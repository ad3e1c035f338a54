/**
 * Assumptions of a theory file: polynomial inequalities between constants, such as `a4 > 0` or `3 b1 <= b2`. They are never
 * used for rewriting, only to decide signs.
 */
import { type Diagnostic, errorAt, InputError } from './diagnostics.js';
import { MAX_TEXT } from './limits.js';
import { reservedMeaning } from './names.js';
import { type Passage, plainPassage } from './passage.js';
import { parseScalar, type ScalarOptions } from './scalar.js';
import { collectScalars } from './scalar-term.js';
import type { AssumedInequality, MatterComponent, ScalarSum, TheorySymbol } from './theory.js';
import { toMass, type Units } from './units.js';
import { asText } from './yaml-shape.js';
import type { YamlNode } from './yaml-source.js';
import { passageOf } from './yaml-text.js';

const SIGNS: ReadonlyMap<string, AssumedInequality['relation']> = new Map([
  ['>', '>'],
  ['<', '<'],
  ['>=', '>='],
  ['<=', '<='],
  ['≥', '>='],
  ['≤', '<='],
  ['\\geq', '>='],
  ['\\leq', '<='],
  ['\\ge', '>='],
  ['\\le', '<='],
  ['\\gt', '>'],
  ['\\lt', '<'],
  ['!=', '!='],
  ['≠', '!='],
  ['\\neq', '!='],
  ['\\ne', '!='],
]);
/** Longer signs first; a macro ends where its letters end. */
const SIGN = /[<>]=|!=|[<>≥≤≠]|\\(?:geq|leq|neq|ge|le|gt|lt|ne)(?![A-Za-z])/gu;

/** The stretch of a passage from one offset to another. */
const stretch = ({ text, locate }: Passage, from: number, to: number): Passage => ({
  text: text.slice(from, to),
  locate: (start, end) => locate(from + start, from + end),
});

const HINT = 'write one comparison, for example "a4 > 0" or "3 b1 <= b2"';

/** @throws InputError as `parseScalar`, and `no-inequality` for anything but one comparison. */
export function parseAssumption(passage: Passage, options: ScalarOptions): AssumedInequality {
  const found = [...passage.text.matchAll(SIGN)];
  const [sign, second] = found;
  const fault = (start: number, end: number, message: string): InputError =>
    new InputError([errorAt(passage.locate(start, end), 'no-inequality', message, HINT)]);
  if (!sign) throw fault(0, passage.text.length, 'an assumption needs one of the signs > < >= <= !=');
  if (second) throw fault(second.index, second.index + second[0].length, 'a second comparison in one assumption');
  const end = sign.index + sign[0].length;
  const problems: Diagnostic[] = [];
  const side = (from: number, to: number): ScalarSum => {
    if (passage.text.slice(from, to).trim() === '') {
      problems.push(
        errorAt(passage.locate(sign.index, end), 'no-inequality', `nothing stands beside ${sign[0]}`, HINT),
      );
      return [];
    }
    try {
      return parseScalar(stretch(passage, from, to), options);
    } catch (error) {
      if (!(error instanceof InputError)) throw error;
      problems.push(...error.diagnostics);
      return [];
    }
  };
  const left = side(0, sign.index);
  const right = side(end, passage.text.length);
  if (problems.length > 0) throw new InputError(problems);
  return {
    left,
    right,
    relation: SIGNS.get(sign[0])!,
    text: passage.text.trim().replace(/\s+/g, ' '),
    origin: passage.locate(0, passage.text.length),
  };
}

/** The assumption with κ or G replaced by M; its text stays as typed. */
export function assumptionToMass(assumption: AssumedInequality, units: Units): AssumedInequality {
  const translated = (sum: ScalarSum): ScalarSum => collectScalars(sum.map((term) => toMass(term, units)));
  return { ...assumption, left: translated(assumption.left), right: translated(assumption.right) };
}

/**
 * The assumptions of a file and of the command line, in the internal symbols.
 * @param more texts of `--assume`.
 * @param keep takes the faults that were found.
 */
export function readAssumptions(
  node: YamlNode | undefined,
  more: readonly string[],
  symbols: readonly TheorySymbol[],
  matter: readonly MatterComponent[],
  units: Units,
  keep: (found: readonly Diagnostic[]) => void,
): readonly AssumedInequality[] {
  const problems: Diagnostic[] = [];
  const passages: Passage[] = [];
  for (const item of node?.kind === 'list' ? node.items : node === undefined ? [] : [node]) {
    const text = asText(item, 'an assumption', problems);
    if (text !== undefined) passages.push(passageOf(text));
  }
  for (const text of more) {
    if (text.length <= MAX_TEXT) passages.push(plainPassage(text, '--assume'));
    else {
      const message = `an assumption has more than ${MAX_TEXT} characters`;
      problems.push({ code: 'size-limit', severity: 'error', message, file: '--assume' });
    }
  }
  const names = [...symbols.map((s) => s.name), ...matter.map((m) => m.density), 'k'];
  const options: ScalarOptions = {
    isSymbol: (name) => names.includes(name),
    names,
    explain: (name) => {
      const meaning = reservedMeaning(name);
      return meaning && `${name} stands for ${meaning}; an assumption is about constants`;
    },
  };
  const assumptions: AssumedInequality[] = [];
  for (const passage of passages) {
    try {
      assumptions.push(assumptionToMass(parseAssumption(passage, options), units));
    } catch (error) {
      if (!(error instanceof InputError)) throw error;
      problems.push(...error.diagnostics);
    }
  }
  keep(problems);
  return assumptions;
}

* WHAT TO WORK ON: Check each line in the records above for the word "ScalarSum". Return those that have it.

* ANSWER AREA:
import type { AssumedInequality, MatterComponent, ScalarSum, TheorySymbol } from './theory.js';
  const side = (from: number, to: number): ScalarSum => {
  const translated = (sum: ScalarSum): ScalarSum => collectScalars(sum.map((term) => toMass(term, units)));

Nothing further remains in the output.